Start of Entries supplied

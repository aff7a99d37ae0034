r"""The group routes of the laws of statistics: counts by urn groups, for weighted models and any number of urns.

Every function here answers one statistic of :mod:`enumerator.algorithms.laws`
by urn groups (:mod:`enumerator.algorithms.grouped`), never urn by urn, so
its cost grows with ``n``, the number of groups and the size of the answer,
never with ``r``:

* the totals of a list of groups (:func:`_total_of`) and the MB tail of
  the maximum without bounds, ``P(max >= m)`` from the bounded counts of the
  groups capped below ``m``;
* ``max``/``min`` by grouped bounded counts, with the one-term
  inclusion–exclusion for ``2(m+1) > n`` (Riordan, *An Introduction to
  Combinatorial Analysis*, 1958, ch. 5) and, for free MB groups, a plan
  priced before any arithmetic (:func:`_max_plan`): a level recursion with
  one level index per group (:func:`_mb_free_levels`) at a base bound,
  extended to the next bounds from its tails (:func:`_mb_free_extend`),
  where few urns can exceed ``m``; else, bound by bound, the rows of blocks
  of groups (levels, or J. C. P. Miller's recurrence for a power of one urn
  of each group) joined by one dot product (:func:`_blocks_capped`), or a
  grouped count;
* ``urn:I`` by the urn's weight times the other groups' row (binomial under
  MB when the others are free);
* counting statistics by the bivariate generating function of the groups
  with the side of the window that excludes 0 marked (Flajolet & Sedgewick,
  *Analytic Combinatorics*, 2009, §III.2) — at most ``n`` urns hold a ball,
  so the law has at most ``n + 1`` values at any ``r`` — and
  :func:`marked_moments`, their first two binomial moments from
  ``G + G^2`` bounded counts (Feller, vol. 1, ch. IV).

Costs are checked with :func:`~enumerator.core.limits.check` before
computing.
"""

from __future__ import annotations

import math
from fractions import Fraction
from typing import Callable, Dict, Optional

import gmpy2
from flint import fmpz, fmpz_poly

from ..core import limits
from ..core.errors import InvalidParameters
from ..core.limits import Cost, bigint_bytes
from ..core.model import UrnModel
from ..core.workers import active_processes, map_in_processes
from . import grouped
from .extremes import mb_max_estimate, poly_dot
from .group_rows import combine

__all__ = ["marked_moments"]

mpz = gmpy2.mpz
divexact = gmpy2.divexact


def _total_of(groups, model: UrnModel, what: str):
    """The total weight of *groups* (integer weights) for the model's balls and rule."""
    return grouped.total_count(groups, model.rule.distinguishable, model.balls, what)


def _mb_free_tail(groups, n: int, start: int) -> Dict[int, "mpz"]:
    r"""``A_m`` for ``m >= start`` with ``2(m+1) > n``: MB, every group free (``a = 0``, no upper bound).

    At most one urn can exceed ``m``, so inclusion–exclusion has one term:
    ``A_m = W^n - sum_g c_g sum_{s>m} C(n, s) w_g^s (W - w_g)^{n-s}``
    (Feller, vol. 1, ch. IV), one pass of suffix sums per group: ``O(G n)``.
    """
    W = sum(c * w for c, _, _, w in groups)
    total = mpz(W) ** n
    suffix = {m: mpz(0) for m in range(start, n + 1)}
    for c, _, _, w in groups:
        acc = mpz(0)
        rest = W - w
        # term(s) = C(n, s) w^s rest^(n-s), from s = n down
        term = mpz(w) ** n
        for s in range(n, start - 1, -1):
            suffix[s] += c * acc  # urns above s: loads s+1..n
            acc += term
            if s:
                term = divexact(term * s * rest, (n - s + 1) * w) if w else mpz(0)
    return {m: total - suffix[m] for m in range(start, n + 1)}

End of Entries supplied

**Task item**
Write out every line of the entries that holds the word "suffix".

**Solution to the problem**
    (Feller, vol. 1, ch. IV), one pass of suffix sums per group: ``O(G n)``.
    suffix = {m: mpz(0) for m in range(start, n + 1)}
            suffix[s] += c * acc  # urns above s: loads s+1..n
    return {m: total - suffix[m] for m in range(start, n + 1)}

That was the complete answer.